**Requirement**
Scan the entries below for the string "platform" and copy every line where it turns up.

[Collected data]
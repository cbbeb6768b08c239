/** Backups made while others write, read back into either engine, and refused when not whole. */
import fs from 'node:fs';
import path from 'node:path';
import { describe, expect, it, onTestFinished } from 'vitest';
import {
  BackupFault,
  backup,
  type Engine,
  enterTerms,
  MADE_TABLES,
  openStore,
  RecordsTooNew,
  restore,
  type Store,
  type StorePlace,
  TABLES,
} from '../../src/store/index.ts';
import { ENGINES, newFolder, newPlace } from '../support/places.ts';
import { newRecords, START } from '../support/records.ts';
import { wheelRow } from './contract.ts';

const fill = async (store: Store, wheels: number): Promise<void> => {
  await store.transact(async (tx) => {
    const shop = { id: 's1', platform: 'terminal', outside: 'one', name: 'Ümit’s\n"shop"' };
    await tx
      .insertInto('shop')
      .values({ ...shop, made_at: START })
      .execute();
    for (let at = 0; at < wheels; at += 1) {
      const row = { ...wheelRow(`w${at}`), face: at / 7, place: at % 3 === 0 ? null : 'drawer' };
      await tx.insertInto('wheel').values(row).execute();
    }
    const terms = ['#card', 'brass', 'knob'];
    const entry = {
      shop: 's1',
      id: 'card:1',
      kind: 'card',
      subject_id: '1',
      code: null,
      at: START,
    };
    await tx
      .insertInto('find_entry')
      .values({ ...entry, approved: 0, place: 7, terms: terms.join(' ') })
      .execute();
    await enterTerms(tx, [{ shop: 's1', place: 7, terms }]);
  });
};

/** Every row of every table. */
const everything = async (store: Store): Promise<Record<string, unknown>> => {
  const tables: Record<string, unknown> = {};
  for (const { name, key } of TABLES) {
    tables[name] = await store.read
      .selectFrom(name)
      .selectAll()
      .orderBy(key as never)
      .execute();
  }
  // What is made from others comes back with them.
  for (const name of MADE_TABLES) {
    const rows = await store.read.selectFrom(name).selectAll().execute();
    tables[name] = rows.map((row) => JSON.stringify(Object.entries(row).sort())).sort();
  }
  return tables;
};

const opened = async (place: StorePlace): Promise<Store> => {
  const store = await openStore(place);
  onTestFinished(store.close);
  return store;
};

const freshPlace = async (engine: Engine): Promise<StorePlace> => {
  const place = await newPlace(engine);
  onTestFinished(place.remove);
  return place;
};

const faultOf = (work: Promise<unknown>): Promise<unknown> =>
  work.then(
    () => 'nothing',
    (error: unknown) => (error instanceof BackupFault ? error.code : error),
  );

/** Which kinds of backup go where: a file's copy goes into a file only. */
const WAYS: readonly (readonly [from: Engine, name: string, to: Engine])[] = [
  ['sqlite', 'records.db', 'sqlite'],
  ['sqlite', 'records.jsonl', 'sqlite'],
  ['sqlite', 'records.jsonl', 'postgres'],
  ['postgres', 'records.jsonl', 'sqlite'],
  ['postgres', 'records.jsonl', 'postgres'],
];

describe.each(WAYS)('a backup from %s as %s', (from, name, to) => {
  it(`comes back into ${to} row by row`, async () => {
    const { store, place } = await newRecords(from);
    await fill(store, 600);
    const file = path.join(newFolder(), name);
    await backup(place, file);
    const target = await freshPlace(to);
    await restore(target, file);
    expect(await everything(await opened(target))).toEqual(await everything(store));
  });
});

describe.each(ENGINES)('a backup of %s', (engine) => {
  it('is of one moment, however much is written meanwhile', async () => {
    const { store, place } = await newRecords(engine);
    await fill(store, 300);
    const folder = newFolder();
    const until = new AbortController();
    const writer = (async () => {
      // Each change adds one wheel and counts it on another: a torn backup would show a difference.
      for (let at = 300; !until.signal.aborted; at += 1) {
        await store.transact(async (tx) => {
          await tx
            .insertInto('wheel')
            .values(wheelRow(`w${at}`))
            .execute();
          await tx
            .updateTable('wheel')
            .set((eb) => ({ parts_run: eb('parts_run', '+', 1) }))
            .where('id', '=', 'w0')
            .execute();
        });
        await new Promise((resolve) => setImmediate(resolve));
      }
    })();
    for (let round = 0; round < 3; round += 1) {
      await backup(place, path.join(folder, `${round}.jsonl`));
      if (engine === 'sqlite') await backup(place, path.join(folder, `${round}.db`));
    }
    until.abort();
    await writer;
    for (const name of fs.readdirSync(folder)) {
      const target = await freshPlace(name.endsWith('.db') ? 'sqlite' : engine);
      await restore(target, path.join(folder, name));
      const copy = await opened(target);
      const wheels = await copy.read.selectFrom('wheel').select(['id', 'parts_run']).execute();
      const counted = wheels.find(({ id }) => id === 'w0')?.parts_run;
      expect(wheels.length - 300).toBe(counted);
    }
  });

  it('is never written over another file, and leaves nothing half-made', async () => {
    const { store, place } = await newRecords(engine);
    await fill(store, 1);
    const folder = newFolder();
    const file = path.join(folder, 'old.jsonl');
    fs.writeFileSync(file, 'precious');
    expect(await faultOf(backup(place, file))).toBe('exists');
    expect(fs.readFileSync(file, 'utf8')).toBe('precious');
    expect(fs.readdirSync(folder)).toEqual(['old.jsonl']);
  });

  it('is refused when it is cut short at any line, and nothing is restored of it', async () => {
    const { store, place } = await newRecords(engine);
    await fill(store, 3);
    const file = path.join(newFolder(), 'records.jsonl');
    await backup(place, file);
    const lines = fs.readFileSync(file, 'utf8').trimEnd().split('\n');
    const target = await freshPlace(engine);
    for (let count = 0; count < lines.length; count += 1) {
      fs.writeFileSync(file, lines.slice(0, count).join('\n'));
      const wanted = count === 0 ? 'notABackup' : 'damaged';
      expect(await faultOf(restore(target, file))).toBe(wanted);
    }
    expect((await everything(await opened(target)))['shop']).toEqual([]);
  });

  it('is refused when a row is missing or it comes from a newer program', async () => {
    const { store, place } = await newRecords(engine);
    await fill(store, 3);
    const file = path.join(newFolder(), 'records.jsonl');
    await backup(place, file);
    const whole = fs.readFileSync(file, 'utf8');
    const target = await freshPlace(engine);
    fs.writeFileSync(file, whole.replace('"wheel":3', '"wheel":4'));
    expect(await faultOf(restore(target, file))).toBe('damaged');
    fs.writeFileSync(file, whole.replace(/"form":"[^"]+"/u, '"form":"9999-later"'));
    expect(await faultOf(restore(target, file))).toBeInstanceOf(RecordsTooNew);
    fs.writeFileSync(file, 'a shopping list');
    expect(await faultOf(restore(target, file))).toBe('damaged');
    expect(await faultOf(restore(target, `${file}.not-there`))).toBe('absent');
  });

  it('of an older form is read as it was written, then brought up', async () => {
    const file = path.join(newFolder(), 'old.jsonl');
    const shop = { id: 's1', platform: 'terminal', outside: 'one', name: 'One', made_at: START };
    const lines = [
      { wholetooth: 'records', form: '0001-shop-and-people' },
      { table: 'shop', rows: [shop] },
      { end: { shop: 1 } },
    ];
    fs.writeFileSync(file, lines.map((line) => JSON.stringify(line)).join('\n'));
    const target = await freshPlace(engine);
    await (await openStore(target)).close();
    await restore(target, file);
    const store = await opened(target);
    expect(await store.read.selectFrom('shop').selectAll().execute()).toEqual([shop]);
    expect(await store.read.selectFrom('card').selectAll().execute()).toEqual([]);
  });
});

describe('a restoration over records that are there', () => {
  it('sets a file aside, and both can be looked at', async () => {
    const before = await newRecords('sqlite');
    await fill(before.store, 5);
    const other = await newRecords('sqlite');
    await fill(other.store, 2);
    const file = path.join(newFolder(), 'records.db');
    await backup(other.place, file);
    await before.store.close();
    const { setAside } = await restore(before.place, file);
    const now = await opened(before.place);
    expect(((await everything(now))['wheel'] as unknown[]).length).toBe(2);
    const aside = await opened({ engine: 'sqlite', file: setAside ?? '' });
    expect(((await everything(aside))['wheel'] as unknown[]).length).toBe(5);
  });

  it('is refused while the program runs, and the program goes on', async () => {
    const running = await newRecords('sqlite');
    await fill(running.store, 5);
    const file = path.join(newFolder(), 'records.db');
    await backup(running.place, file);
    expect(await faultOf(restore(running.place, file))).toBe('inUse');
    await running.store.transact((tx) => tx.insertInto('wheel').values(wheelRow('new')).execute());
    expect(((await everything(running.store))['wheel'] as unknown[]).length).toBe(6);
  });

  it('takes damaged records out of the way', async () => {
    const source = await newRecords('sqlite');
    await fill(source.store, 2);
    const folder = newFolder();
    const file = path.join(folder, 'records.db');
    await backup(source.place, file);
    const damaged = path.join(folder, 'wholetooth.db');
    fs.writeFileSync(damaged, 'a shopping list');
    const { setAside } = await restore({ engine: 'sqlite', file: damaged }, file);
    expect(fs.readFileSync(setAside ?? '', 'utf8')).toBe('a shopping list');
    const store = await opened({ engine: 'sqlite', file: damaged });
    expect(((await everything(store))['wheel'] as unknown[]).length).toBe(2);
  });

  it('is refused by a server that holds shops, and by one that is given a file’s copy', async () => {
    const { store, place } = await newRecords('postgres');
    await fill(store, 2);
    const folder = newFolder();
    await backup(place, path.join(folder, 'records.jsonl'));
    expect(await faultOf(restore(place, path.join(folder, 'records.jsonl')))).toBe('notEmpty');
    const file = await newRecords('sqlite');
    await backup(file.place, path.join(folder, 'records.db'));
    expect(await faultOf(restore(place, path.join(folder, 'records.db')))).toBe('wrongEngine');
  });

  it('refuses a database that is not ours, and one with a page destroyed', async () => {
    const { store, place } = await newRecords('sqlite');
    await fill(store, 400);
    const file = path.join(newFolder(), 'records.db');
    await backup(place, file);
    const target = await freshPlace('sqlite');
    const content = fs.readFileSync(file);
    content.fill(0x5a, Math.floor(content.length / 2), Math.floor(content.length / 2) + 4096);
    fs.writeFileSync(file, content);
    expect(await faultOf(restore(target, file))).toBe('damaged');
    const { default: Database } = await import('better-sqlite3');
    const foreign = path.join(newFolder(), 'foreign.db');
    new Database(foreign).exec('create table recipes (name text)').close();
    expect(await faultOf(restore(target, foreign))).toBe('notABackup');
  });
});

**Answer to the exercise**
    const shop = { id: 's1', platform: 'terminal', outside: 'one', name: 'Ümit’s\n"shop"' };
    const shop = { id: 's1', platform: 'terminal', outside: 'one', name: 'One', made_at: START };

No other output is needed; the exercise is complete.